At α = 0.05, we are concerned with z = 1.96 and z = -1.96. Turn these z values into critical values for x̄:

• Recall that for samples (for both two- or one-sided cases), z = (x̄-μ) / (s(n) / sqrt(n))
• 1.96 = (x̄ - 175) / (6.9 / sqrt(50)) --> x̄ = 176.913
• -1.96 = (x̄ - 175) / (6.9 / sqrt(50)) --> x̄ = 173.087

Under standard conditions, the null hypothesis would be accepted if x̄ is between those values. But what if the mean is really 173? That is the alternative hypothesis we are considering. To do that, use a normal distribution with 173 as the mean. We then need to find the z-values for 173.087 and 176.913. To do that:

• (173.087 - 173) / (6.9 / sqrt(50)) = 0.0892
• (176.913 - 173) / (6.9 / sqrt(50)) = 4.0100

From here, β is just the area under the normal distribution curve between the two critical values. Using MATLAB, normcdf(4.0100)-normcdf(0.0892) = β = 0.4644. The power of the test, or probability of correctly rejecting the null hypothesis when it is false, is 1-β = 0.5356.

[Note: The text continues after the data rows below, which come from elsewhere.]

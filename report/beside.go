package report

import (
	"strings"

	"slowpoint/model"
	"slowpoint/rules"
)

// beside is what must be read together with a product's verdict, a sentence each: limits that are met only by carry-over, steps
// whose Until did not do what it was typed for, and limits that did not apply, for a slip in a unit shows itself only there.
func (p *Product) beside() []string {
	var s []string
	decides := p.decides().finding
	for _, f := range p.worstFirst() {
		if f.CarryOver != "" && f.Verdict == rules.Met && f.Level == "must" && f.Limit != nil {
			says := say("beside carry-over", f.Limit.Name, f.CarryOver)
			if f == decides { // the sentence before it names the limit
				says = f.CarryOver
			}
			s = append(s, says)
		}
	}
	s = append(s, p.alternatives()...)
	s = append(s, p.judgedInPart()...)
	for _, f := range p.worstFirst() {
		if f.StillWarm != "" && f.Limit != nil {
			s = append(s, say("beside still warm", f.Limit.Name, f.StillWarm))
		}
	}
	s = append(s, p.untils()...)
	if decides == nil { // why nothing was judged says the same
		return s
	}
	if idle := p.notApplied(); idle != "" {
		s = append(s, idle)
	}
	return s
}

// alternatives says of each group of which any limit will do how many there are, which one decides, and what the others came to.
func (p *Product) alternatives() []string {
	const most = 4
	var s []string
	for _, g := range p.Judgement.Groups {
		if !g.AnyOf || g.Verdict == rules.NotApplicable || len(g.Members) < 2 {
			continue
		}
		var others []string
		for _, m := range g.Members {
			if m.Name != g.DecidedBy {
				others = append(others, say("one of other", m.Name, m.Verdict))
			}
		}
		more := ""
		if len(others) > most {
			more = say("glyph more", len(others)-most)
			others = others[:most]
		}
		s = append(s, say("one of", g.DecidedBy, len(g.Members), g.Group, strings.Join(others, ", ")+more))
	}
	return s
}

// untils tells of steps that did not reach their Until, or had reached it before they began.
func (p *Product) untils() []string {
	h := p.decides().history
	const atOnceS = 1.0
	var s []string
	for i := range h.Spans {
		sp := &h.Spans[i]
		switch {
		case sp.Reached == nil || sp.Step == nil:
		case !*sp.Reached:
			s = append(s, say("beside until late", sp.Step.Name, duration(sp.EndS-sp.StartS, nearest)))
		case sp.EndS-sp.StartS < atOnceS:
			s = append(s, say("beside until at once", sp.Step.Name))
		}
	}
	return s
}

// notApplied counts the verdicts that weigh and names the limits that did not apply, those with a clock that never started first; "" if all did.
func (p *Product) notApplied() string {
	const most = 4
	var n [4]int
	var clocked, lacking []string
	for i := range p.Judgement.Findings {
		f := &p.Judgement.Findings[i]
		if f.Level == "alternative" || f.Limit == nil {
			continue
		}
		if f.Level == "must" {
			n[f.Verdict]++
		}
		if f.Verdict != rules.NotApplicable {
			continue
		}
		if f.Limit.Clock != (rules.Clock{}) && p.has(f.Limit.Stages) {
			clocked = append(clocked, f.Limit.Name)
		} else {
			lacking = append(lacking, f.Limit.Name)
		}
	}
	names := append(clocked, lacking...)
	if len(names) == 0 {
		return ""
	}
	if len(names) > most {
		names = append(names[:most], say("glyph more", len(names)-most))
		names[most-1] += names[most]
		names = names[:most]
	}
	n[rules.NotApplicable] = 0
	return say("beside idle", tallied(n), len(clocked)+len(lacking), strings.Join(names, ", "))
}

// has tells whether the process has some of the stages; it has the whole chain.
func (p *Product) has(stages []*model.Stage) bool {
	if len(stages) == 0 || p.History == nil {
		return true
	}
	for i := range p.History.Spans {
		for _, st := range stages {
			if sp := &p.History.Spans[i]; sp.Step != nil && sp.Step.Stage == st {
				return true
			}
		}
	}
	return false
}

// besides is beside as the tail of a sentence.
func (x *sheet) besides() string {
	s := ""
	for _, b := range x.p.beside() {
		s += " " + b
	}
	return s
}

// adviceNotMet names the advice that is not met, in one line; "" if there is none.
func (p *Product) adviceNotMet() string {
	var s []string
	for i := range p.Judgement.Findings {
		if f := &p.Judgement.Findings[i]; f.Level == "advice" && f.Verdict == rules.NotMet && f.Limit != nil {
			s = append(s, f.Limit.Name)
		}
	}
	if len(s) == 0 {
		return ""
	}
	return say("advice not met", strings.Join(s, ", "))
}
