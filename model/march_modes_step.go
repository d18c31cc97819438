package model

import "math"

// left fills out, in modes, with what the linear problem leaves over of the rates of a state in modes, K/s, and nodal with the state at the
// nodes. Conduction in modes is their decay less what the films of the linear problem take, so that only what stands at the faces needs more
// than one way from the nodes to the modes.
func (m *modesMarch) left(modes, nodal, out []float64, tau float64) {
	m.nodes(modes, nodal)
	m.law.kirchhoffs(nodal, m.rhoC, 1/m.k, m.u)
	for i, v := range nodal {
		m.u[i] -= v
	}
	m.modes(m.u, out)
	for i, r := range m.rate {
		out[i] *= -r
	}
	for a, ax := range m.axes {
		for side, s := range m.skins[a] {
			if s == nil || s.insulated {
				continue
			}
			w, per := m.films[a][side], ax.face[side]/m.rhoC
			at := m.f[:len(m.spots[a][side])]
			if s.held {
				medium := m.law.heat(s.mediumC(tau)) / m.rhoC
				for k, i := range m.spots[a][side] {
					at[k] = per * w * (medium + m.u[i])
				}
			} else {
				for k, i := range m.spots[a][side] {
					v := nodal[i]
					q, _ := s.flux(m.law.temperature(v*m.rhoC), tau)
					at[k] = per * (q + w*(v+m.u[i]))
				}
			}
			m.addFace(a, side, at, out)
		}
	}
}

// addFace adds to modes what stands at the nodes of a face, which it overwrites.
func (m *modesMarch) addFace(a, side int, at, out []float64) {
	p, q := (a+1)%3, (a+2)%3 // the axes of the face, in their order
	if p > q {
		p, q = q, p
	}
	np, nq := m.axes[p].n, m.axes[q].n
	if np*nq > 1 {
		x, y := m.x[:len(at)], m.y[:len(at)]
		along(at, x, m.to[p], 1, np, nq)
		at = x
		if nq > 1 {
			along(x, y, m.to[q], np, nq, 1)
			at = y
		}
	}
	n := m.axes[a].n
	node := 0
	if side == 1 {
		node = n - 1
	}
	to := m.to[a]
	switch a {
	case 0:
		for i := 0; i < n; i++ {
			add(out[i*len(at):(i+1)*len(at)], to[i*n+node], at)
		}
	case 1:
		for g := 0; g < np; g++ {
			for i := 0; i < n; i++ {
				add(out[(g*n+i)*nq:(g*n+i+1)*nq], to[i*n+node], at[g*nq:(g+1)*nq])
			}
		}
	default:
		col := m.x[len(m.x)-n:]
		for i := range col {
			col[i] = to[i*n+node]
		}
		for g, x := range at {
			add(out[g*n:(g+1)*n], x, col)
		}
	}
}

func (m *modesMarch) begin(tau float64) {
	m.left(m.c, m.nodal, m.n0, tau)
	m.lastS = 0
	m.standing(m.nodal)
}

// standing keeps what stands at the faces now, where a medium changes.
func (m *modesMarch) standing(nodal []float64) {
	if !m.changes {
		return
	}
	m.face, m.faceWas = m.faceWas, m.face
	for a := range m.spots {
		for side, spots := range m.spots[a] {
			at := m.face[a][side][:0]
			for _, i := range spots {
				at = append(at, nodal[i])
			}
			m.face[a][side] = at
		}
	}
}

// turn takes over a corner of a course: what was left over before it becomes what it would have been had the line after the corner begun
// there already, so that the next step can look ahead and does not begin anew. Only what stands at the faces counts. Its bend it finds in its
// middle. Where the line may not be followed so far, the next step is a first one.
func (m *modesMarch) turn(tau float64) {
	if m.lastS == 0 {
		return
	}
	for a, ax := range m.axes {
		for side, s := range m.skins[a] {
			if s == nil || s.insulated || len(s.course.y) < 2 {
				continue
			}
			c, turns, ok := s.cornerAt(tau, tau-m.lastS)
			if !ok {
				m.lastS = 0
				return
			}
			if !turns {
				continue
			}
			per := ax.face[side] / m.rhoC
			at := m.f[:len(m.spots[a][side])]
			if s.held {
				by := per * m.films[a][side] * (m.law.heat(c.straight.mediumC) - m.law.heat(c.was.mediumC)) / m.rhoC
				for k := range at {
					at[k] = by
				}
			} else {
				for k, v := range m.faceWas[a][side] {
					at[k] = per * c.change(s, m.law.temperature(v*m.rhoC))
				}
			}
			m.addFace(a, side, at, m.before)
			m.turned = true
		}
	}
}

// phis fills what is left of the modes and the functions φ1, φ2 and φ3 of the scheme, times d, for a time d after the start of a step.
func (m *modesMarch) phis(d float64) {
	var e [3][maxDegrees]float64
	for a := range m.decay {
		for i, r := range m.decay[a] {
			e[a][i] = math.Exp(-r * d)
		}
	}
	n := len(m.decay[2])
	i := 0
	for j := range m.decay[0] {
		for k := range m.decay[1] {
			before, rates := e[0][j]*e[1][k], m.rate[i:i+n]
			left, f1, f2, f3, last := m.e[i:][:n], m.p1[i:][:n], m.p2[i:][:n], m.p3[i:][:n], e[2][:n]
			i += n
			for l, r := range rates {
				z := r * d
				x := before * last[l]
				left[l] = x
				var p1, p2, p3 float64
				if z < 0.05 { // the series, where the quotients lose digits
					p3 = 1.0/6 - z/24*(1-z/5*(1-z/6*(1-z/7)))
					p2 = 0.5 - z*p3
					p1 = 1 - z*p2
				} else {
					per := 1 / z
					p1 = (1 - x) * per
					p2 = (1 - p1) * per
					p3 = (0.5 - p2) * per
				}
				f1[l], f2[l], f3[l] = d*p1, d*p2, d*p3
			}
		}
	}
}

func (m *modesMarch) try(tau, d float64) float64 {
	m.phis(d)
	c, n := m.c, len(m.c)
	e, p1, p2, p3 := m.e[:n], m.p1[:n], m.p2[:n], m.p3[:n]
	n0, na, n1, a, next, z := m.n0[:n], m.na[:n], m.n1[:n], m.a[:n], m.next[:n], m.z[:n]
	before, bend := m.before[:n], m.bend[:n]
	for i, c := range c {
		a[i] = e[i]*c + p1[i]*n0[i]
	}
	if (m.changes || m.wide) && m.lastS > 0 { // what is left over is much, and goes on as it went
		share := d / m.lastS
		for i, n := range n0 {
			a[i] += p2[i] * share * (n - before[i])
		}
		m.left(a, m.nodal, na, tau+d)
		for i, a := range a {
			next[i] = a + p2[i]*(na[i]-n0[i]-share*(n0[i]-before[i]))
		}
	} else {
		m.left(a, m.nodal, na, tau+d)
		for i, a := range a {
			next[i] = a + p2[i]*(na[i]-n0[i])
		}
	}
	m.left(next, m.end, n1, tau+d)
	if m.lastS > 0 && !m.turned {
		perD, perLast, perBoth := 1/d, 1/m.lastS, 1/(d+m.lastS)
		for i, n := range n1 {
			bend[i] = ((n-n0[i])*perD - (n0[i]-before[i])*perLast) * perBoth
		}
	} else {
		m.halfway(tau, d)
	}
	for i, n := range n1 {
		z[i] = p2[i]*(n-na[i]) + bend[i]*d*d*(2*p3[i]-p2[i])
		next[i] += z[i]
	}
	m.nodes(z, m.more)
	m.length, m.tau = d, tau+d
	worst := 0.0
	for _, v := range m.more {
		if v = math.Abs(v); !(v <= worst) {
			if math.IsNaN(v) {
				return math.Inf(1)
			}
			worst = v
		}
	}
	return worst
}

// halfway takes the bend of a step that has none before it from what is left over in its middle.
func (m *modesMarch) halfway(tau, d float64) {
	m.phis(d / 2)
	for i, c := range m.c {
		m.a[i] = m.e[i]*c + m.p1[i]*m.n0[i] + m.p2[i]*(m.n1[i]-m.n0[i])/2
	}
	m.left(m.a, m.more, m.bend, tau+d/2)
	for i, n := range m.bend {
		m.bend[i] = 2 * (m.n0[i] + m.n1[i] - 2*n) / (d * d)
	}
	m.phis(d)
}
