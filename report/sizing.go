package report

import (
	"encoding/json"
	"fmt"
	"io"
	"math"
	"strings"
	"text/tabwriter"

	"slowpoint/rules"
)

// SizeSchema names the form of size.json.
const SizeSchema = "slowpoint/size/1"

// SizePoint is a value that was judged.
type SizePoint struct {
	Value    float64 // in the unit of its Sizing
	Words    string  // in the user's own unit
	Findings []rules.Finding
	Meets    bool
	Refused  string // why it cannot be calculated; "" if it can
}

// Sizing is a search for the values of one number of a product that meet its limits.
type Sizing struct {
	Product, Process, What string // What: "thickness", "duration of simmer"
	Unit                   string // of the values: mm, min or °C
	Most                   bool   // the largest value that meets was asked for, not the smallest
	Basis                  string // what was judged, in a sentence
	Step, Spacing, Stride  string // the resolution, and how far apart the values of the first look lie where a limit comes near and elsewhere, in the user's own unit
	Now                    *SizePoint
	Curve                  []*SizePoint    // rising
	Meets                  [][2]*SizePoint // the runs of neighbouring values that meet: first and last
	Answer                 *SizePoint      // nil: no value meets
	Next                   *SizePoint      // the neighbour beyond the answer, which does not meet; nil: the answer lies at the end of the range
	Fixed                  []string        // missed limits that do not depend on the value, left out in the search; none if all were judged
}

// Conclude finds the answer from the curve.
func (s *Sizing) Conclude() {
	for i := 0; i < len(s.Curve); i++ {
		if !s.Curve[i].Meets {
			continue
		}
		from := i
		for i+1 < len(s.Curve) && s.Curve[i+1].Meets {
			i++
		}
		s.Meets = append(s.Meets, [2]*SizePoint{s.Curve[from], s.Curve[i]})
		if s.Most || s.Answer == nil {
			end, beyond := from, from-1
			if s.Most {
				end, beyond = i, i+1
			}
			s.Answer, s.Next = s.Curve[end], nil
			if beyond >= 0 && beyond < len(s.Curve) {
				s.Next = s.Curve[beyond]
			}
		}
	}
}

// Found tells whether a value meets every limit.
func (s *Sizing) Found() bool { return s.Answer != nil && len(s.Fixed) == 0 }

// decides is the finding that settles the verdict at a value: the worst must finding, and of those that are met the tightest; nil if none.
func (p *SizePoint) decides() *rules.Finding {
	var worst *rules.Finding
	for i := range p.Findings {
		f := &p.Findings[i]
		if f.Level != "must" || f.Verdict == rules.NotApplicable {
			continue
		}
		if worst == nil || weight(f.Verdict) < weight(worst.Verdict) || f.Verdict == worst.Verdict && tightness(f) < tightness(worst) {
			worst = f
		}
	}
	return worst
}

// verdict is that of a value, in a word.
func (p *SizePoint) verdict() string {
	switch f := p.decides(); {
	case p.Refused != "":
		return say("size refused")
	case f == nil:
		return rules.CannotTell.String()
	default:
		return f.Verdict.String()
	}
}

// room is what the deciding limit leaves, or lacks.
func (p *SizePoint) room(h *Head) string {
	f := p.decides()
	if f == nil || p.Refused != "" {
		return ""
	}
	r := Row{Verdict: f.Verdict, MarginK: lackingOnly(f, f.MarginK), MarginS: lackingOnly(f, f.MarginS)}
	return r.Room(h)
}

// missing names the must limits that a value does not meet, the first three.
func (p *SizePoint) missing() string {
	var names []string
	for i := range p.Findings {
		if f := &p.Findings[i]; f.Level == "must" && f.Verdict != rules.Met && f.Verdict != rules.NotApplicable {
			names = append(names, fmt.Sprintf("%q %s", f.Limit.Name, f.Verdict))
		}
	}
	if n := len(names); n > 3 {
		names = append(names[:3], say("size more", n-3))
	}
	return strings.Join(names, ", ")
}

// sizedLimit is what the search says of one limit that must be met.
type sizedLimit struct {
	Limit  string `json:"limit"`
	Effect string `json:"effect"` // depends, met throughout, met nowhere, none
	words  string
}

// limits says of each must limit whether the value bears on it and where it is met.
func (s *Sizing) limits() []sizedLimit {
	var order []*rules.Limit
	said := map[*rules.Limit][]*SizePoint{}
	find := func(p *SizePoint, l *rules.Limit) *rules.Finding {
		for i := range p.Findings {
			if p.Findings[i].Limit == l {
				return &p.Findings[i]
			}
		}
		return nil
	}
	for _, p := range s.Curve {
		for i := range p.Findings {
			f := &p.Findings[i]
			if f.Level != "must" || f.Verdict == rules.NotApplicable || p.Refused != "" {
				continue
			}
			if said[f.Limit] == nil {
				order = append(order, f.Limit)
			}
			said[f.Limit] = append(said[f.Limit], p)
		}
	}
	var out []sizedLimit
	for _, l := range order {
		ps := said[l]
		first := find(ps[0], l)
		same, met := true, 0
		for _, p := range ps {
			f := find(p, l)
			same = same && first.Same(f)
			if f.Verdict == rules.Met {
				met++
			}
		}
		one := sizedLimit{Limit: l.Name}
		switch {
		case same:
			one.Effect, one.words = "none", say("size no effect", l.Name, s.What, first.Verdict)
		case met == len(ps):
			one.Effect, one.words = "met throughout", say("size throughout", l.Name)
		case met == 0:
			one.Effect, one.words = "met nowhere", say("size nowhere", l.Name)
		default:
			one.Effect, one.words = "depends", say("size depends", l.Name)
		}
		out = append(out, one)
	}
	return out
}

// end is what is asked for: the largest size, the shortest duration, the coldest temperature and so on.
func (s *Sizing) end() string {
	of := func(what string) bool { return strings.HasPrefix(s.What, what) || strings.Contains(s.What, " "+what) }
	keys := [2]string{"size smallest", "size largest"}
	switch {
	case of("temperature"), of("until"):
		keys = [2]string{"size coldest", "size warmest"}
	case of("duration"):
		keys = [2]string{"size shortest", "size longest"}
	}
	if s.Most {
		return say(keys[1])
	}
	return say(keys[0])
}

// headline is the answer in a sentence.
func (s *Sizing) headline() string {
	kind, every := s.end(), say("size every")
	if len(s.Fixed) > 0 {
		every = say("size every other")
	}
	if s.Answer == nil {
		return say("size none", s.What, s.Curve[0].Words, s.Curve[len(s.Curve)-1].Words)
	}
	return say("size answer", kind, s.What, every, s.Answer.Words, s.Now.Words, s.Now.verdict())
}

// sentences are what must be read with the answer.
func (s *Sizing) sentences(h *Head) []string {
	out := []string{s.Basis}
	if len(s.Fixed) > 0 {
		out = append(out, say("size fixed", strings.Join(s.Fixed, "\", \""), s.What))
	}
	if a := s.Answer; a != nil {
		switch {
		case s.Next == nil && len(s.Meets) == 1 && len(s.Curve) > 1 && s.Meets[0] == [2]*SizePoint{s.Curve[0], s.Curve[len(s.Curve)-1]}:
			out = append(out, say("size both ends", s.Curve[0].Words, s.Curve[len(s.Curve)-1].Words))
		case s.Next == nil:
			out = append(out, say("size at end", a.Words))
		case s.Next.Refused != "":
			out = append(out, say("size next refused", s.Next.Words, s.Next.Refused))
		default:
			out = append(out, say("size next", s.Next.Words, s.Next.missing()))
		}
		if f := a.decides(); f != nil {
			if room := a.room(h); room != "" {
				out = append(out, say("size binds", a.Words, f.Limit.Name, room))
			}
		}
		var runs []string
		for _, m := range s.Meets {
			if m[0] == m[1] {
				runs = append(runs, m[0].Words)
			} else {
				runs = append(runs, say("size run", m[0].Words, m[1].Words))
			}
		}
		out = append(out, say("size meets", strings.Join(runs, "; ")))
		if len(runs) > 1 {
			out = append(out, say("size several"))
		}
	}
	out = append(out, say("size looked", s.Curve[0].Words, s.Curve[len(s.Curve)-1].Words, s.Stride, s.Spacing, s.Step))
	for _, l := range s.limits() {
		if l.Effect != "depends" {
			out = append(out, l.words)
		}
	}
	return out
}

// WriteSizing writes a search as text; with the curve if wanted.
func WriteSizing(w io.Writer, h *Head, s *Sizing, curve bool) error {
	fmt.Fprintf(w, "%s: %s\n", oneLine(s.Product), oneLine(s.headline()))
	for _, t := range s.sentences(h) {
		fmt.Fprintf(w, "  %s\n", oneLine(t))
	}
	if !curve {
		return nil
	}
	fmt.Fprintln(w)
	t := tabwriter.NewWriter(w, 0, 0, 2, ' ', 0)
	fmt.Fprintf(t, "  %s\t%s\t%s\t%s\n", s.What, say("col verdict"), say("col deciding"), say("col margin"))
	for _, p := range s.Curve {
		name, room := "", p.room(h)
		if f := p.decides(); f != nil {
			name = f.Limit.Name
		}
		if p.Refused != "" {
			room = p.Refused
		}
		fmt.Fprintf(t, "  %s\t%s\t%s\t%s\n", p.Words, p.verdict(), oneLine(name), oneLine(room))
	}
	return t.Flush()
}

// The parts of size.json. Values are in the unit that stands beside them; a number that does not exist is null.
type (
	sizeJSON struct {
		Schema   string        `json:"schema"`
		Version  string        `json:"version"`
		Date     string        `json:"date"`
		Plan     string        `json:"plan"`
		SHA256   string        `json:"sha256"`
		Searches []sizingJSON  `json:"searches"`
		Problems []problemJSON `json:"problems"`
	}
	sizingJSON struct {
		Product string          `json:"product"`
		Process string          `json:"process"`
		What    string          `json:"what"`
		Unit    string          `json:"unit"`
		Find    string          `json:"find"`
		Basis   string          `json:"basis"`
		Now     json.RawMessage `json:"now"`
		Answer  json.RawMessage `json:"answer"`
		Next    json.RawMessage `json:"next"`
		Meets   [][2]float64    `json:"meets"`
		Fixed   []string        `json:"left_out"`
		Words   []string        `json:"words"`
		Limits  []sizedLimit    `json:"limits"`
		Curve   []sizePointJSON `json:"curve"`
	}
	sizePointJSON struct {
		Value    json.RawMessage `json:"value"`
		Verdict  string          `json:"verdict"`
		Deciding string          `json:"deciding"`
		Refused  string          `json:"refused"`
		Findings []sizeFinding   `json:"findings"`
	}
	sizeFinding struct {
		Limit   string          `json:"limit"`
		Level   string          `json:"level"`
		Verdict string          `json:"verdict"`
		Value   json.RawMessage `json:"value"`
		Unit    string          `json:"unit"`
		MarginK json.RawMessage `json:"margin_K"`
		MarginS json.RawMessage `json:"margin_s"`
	}
)

// WriteSizeJSON writes size.json.
func WriteSizeJSON(w io.Writer, h *Head, list []*Sizing) error {
	all := sizeJSON{Schema: SizeSchema, Version: h.Version, Date: isoDate(h), Plan: h.Plan, SHA256: h.SHA256, Searches: []sizingJSON{}, Problems: problemsOf(h.Problems)}
	number := func(p *SizePoint) json.RawMessage {
		if p == nil {
			return nil
		}
		return tidyNumber(p.Value)
	}
	for _, s := range list {
		one := sizingJSON{Product: s.Product, Process: s.Process, What: s.What, Unit: s.Unit, Find: map[bool]string{true: "largest", false: "smallest"}[s.Most], Basis: s.Basis,
			Now: number(s.Now), Answer: number(s.Answer), Next: number(s.Next), Meets: [][2]float64{}, Fixed: append([]string{}, s.Fixed...),
			Words: append([]string{s.headline()}, s.sentences(h)...), Limits: append([]sizedLimit{}, s.limits()...)}
		for _, m := range s.Meets {
			one.Meets = append(one.Meets, [2]float64{micro(m[0].Value), micro(m[1].Value)})
		}
		for _, p := range s.Curve {
			pt := sizePointJSON{Value: number(p), Verdict: p.verdict(), Refused: p.Refused, Findings: []sizeFinding{}}
			if f := p.decides(); f != nil {
				pt.Deciding = f.Limit.Name
			}
			for i := range p.Findings {
				f := &p.Findings[i]
				pt.Findings = append(pt.Findings, sizeFinding{f.Limit.Name, f.Level, f.Verdict.String(), tenFigures(f.Value), f.Unit, fixedNumber(f.MarginK, 4), fixedNumber(f.MarginS, 4)})
			}
			one.Curve = append(one.Curve, pt)
		}
		all.Searches = append(all.Searches, one)
	}
	e := json.NewEncoder(w)
	e.SetEscapeHTML(false)
	e.SetIndent("", " ")
	return e.Encode(all)
}

// micro drops the last binary digits of a value that is a whole number of steps.
func micro(v float64) float64 { return math.Round(v*1e6) / 1e6 }

func tidyNumber(v float64) json.RawMessage {
	v = micro(v)
	return exactNumber(&v)
}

What about an one-sided case? It is similarly computed. Consider the following given conditions:

• Let p̂ = 0.535, n = 1000, α = 0.05
• H0: p = 0.50, H1: p > 0.50
• Compare against the alternative hypothesis p = 0.52

Remember that for the one-sided case, α = 0.05 gives the critical value of z = 1.645. Again turn the value into a value for p̂, similar to the way we solved for x̄ in the example above :

• Recall that for proportions (for both two- or one-sided cases), z = (p̂-p) / sqrt(p*(1-p)/n)
• 1.645 = (p̂-0.5) / (sqrt(0.5^2/1000)
• p̂ = 0.52601

Under standard conditions, the null hypothesis would be accepted if p̂ is 0.52601 or less. Now use a normal distribution with 0.52 as the mean. We want the area to the left of 0.52601, because this is the area that will not be rejected. Now, carefully note that if our H1 were p < 0.50, we would be concerned with the area to the right, instead of left, of 0.52601. Back in the scenario here, we now need to turn 0.52601 to a z-score.

• Do not forget that p = 0.52 now, instead of 0.50
• (0.52601 - 0.52) / sqrt(0.52*0.48 / 1000)
• = 0.3804

To obtain the area to the left of that z-score, simply run normcdf(0.3804) = 0.6482 = β. The power, or the probability of correctly rejecting the null hypothesis when it is false, would again be 1- β = 0.3518.